## Task:
All entries must be returned precisely as they appear.

++++++

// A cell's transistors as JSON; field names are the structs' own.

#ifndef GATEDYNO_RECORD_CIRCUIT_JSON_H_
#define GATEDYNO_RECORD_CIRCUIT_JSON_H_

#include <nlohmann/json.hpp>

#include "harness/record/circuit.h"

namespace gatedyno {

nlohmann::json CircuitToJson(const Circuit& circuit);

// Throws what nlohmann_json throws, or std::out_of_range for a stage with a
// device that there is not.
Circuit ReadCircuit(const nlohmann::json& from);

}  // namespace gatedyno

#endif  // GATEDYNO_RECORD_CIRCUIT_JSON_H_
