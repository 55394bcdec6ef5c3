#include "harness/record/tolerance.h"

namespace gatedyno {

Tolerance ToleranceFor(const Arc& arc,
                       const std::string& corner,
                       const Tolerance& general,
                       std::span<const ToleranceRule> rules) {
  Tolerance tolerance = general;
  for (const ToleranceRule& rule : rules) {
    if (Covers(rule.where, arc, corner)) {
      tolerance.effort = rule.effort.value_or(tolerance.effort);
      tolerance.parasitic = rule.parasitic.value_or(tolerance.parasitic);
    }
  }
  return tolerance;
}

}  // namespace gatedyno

++++++

## Exercise solution:
// A cell's transistors as JSON; field names are the structs' own.

#ifndef GATEDYNO_RECORD_CIRCUIT_JSON_H_
#define GATEDYNO_RECORD_CIRCUIT_JSON_H_

#include <nlohmann/json.hpp>

#include "harness/record/circuit.h"

namespace gatedyno {

nlohmann::json CircuitToJson(const Circuit& circuit);

// Throws what nlohmann_json throws, or std::out_of_range for a stage with a
// device that there is not.
Circuit ReadCircuit(const nlohmann::json& from);

}  // namespace gatedyno

#endif  // GATEDYNO_RECORD_CIRCUIT_JSON_H_
repository 55394bcdec6ef5c3
#include "harness/record/tolerance.h"

namespace gatedyno {

Tolerance ToleranceFor(const Arc& arc,
                       const std::string& corner,
                       const Tolerance& general,
                       std::span<const ToleranceRule> rules) {
  Tolerance tolerance = general;
  for (const ToleranceRule& rule : rules) {
    if (Covers(rule.where, arc, corner)) {
      tolerance.effort = rule.effort.value_or(tolerance.effort);
      tolerance.parasitic = rule.parasitic.value_or(tolerance.parasitic);
    }
  }
  return tolerance;
}

}  // namespace gatedyno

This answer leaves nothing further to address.